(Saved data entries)
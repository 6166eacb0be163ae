package org.wintersill.elevation.terrain;

import java.util.Arrays;
import org.wintersill.grid.Block;

/**
 * Ground heights with the size of their cells on the ground. Arrays are shared, not copied.
 *
 * @param columns number of columns
 * @param rows number of rows
 * @param metres {@code [row * columns + column]}, north-west first, NaN for a void
 * @param cellWidth {@code [row]}, east-west size of a row's cells, m
 * @param cellHeight {@code [row]}, north-south size of a row's cells, m
 */
public record Relief(int columns, int rows, float[] metres, double[] cellWidth, double[] cellHeight) {

    public Relief {
        if (metres.length != Math.multiplyExact(columns, rows) || cellWidth.length != rows || cellHeight.length != rows) {
            throw new IllegalArgumentException("heights or cell sizes do not fit " + columns + " x " + rows + " cells");
        }
    }

    /** Height of a cell; NaN beyond the grid. */
    float at(int row, int column) {
        return row < 0 || row >= rows || column < 0 || column >= columns ? Float.NaN : metres[row * columns + column];
    }

    /** The part of the relief in a block. */
    public Relief crop(Block block) {
        float[] part = new float[block.cells()];
        for (int row = 0; row < block.rows(); row++) {
            System.arraycopy(metres, (block.row() + row) * columns + block.column(), part, row * block.columns(), block.columns());
        }
        return new Relief(block.columns(), block.rows(), part, Arrays.copyOfRange(cellWidth, block.row(), block.rowEnd()),
                Arrays.copyOfRange(cellHeight, block.row(), block.rowEnd()));
    }

    Block whole() {
        return new Block(0, 0, columns, rows);
    }
}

**Required work**
Would you copy out each line of the records above where the word "columns" occurs?

**Result below**
 * @param columns number of columns
 * @param metres {@code [row * columns + column]}, north-west first, NaN for a void
public record Relief(int columns, int rows, float[] metres, double[] cellWidth, double[] cellHeight) {
        if (metres.length != Math.multiplyExact(columns, rows) || cellWidth.length != rows || cellHeight.length != rows) {
            throw new IllegalArgumentException("heights or cell sizes do not fit " + columns + " x " + rows + " cells");
        return row < 0 || row >= rows || column < 0 || column >= columns ? Float.NaN : metres[row * columns + column];
            System.arraycopy(metres, (block.row() + row) * columns + block.column(), part, row * block.columns(), block.columns());
        return new Relief(block.columns(), block.rows(), part, Arrays.copyOfRange(cellWidth, block.row(), block.rowEnd()),
        return new Block(0, 0, columns, rows);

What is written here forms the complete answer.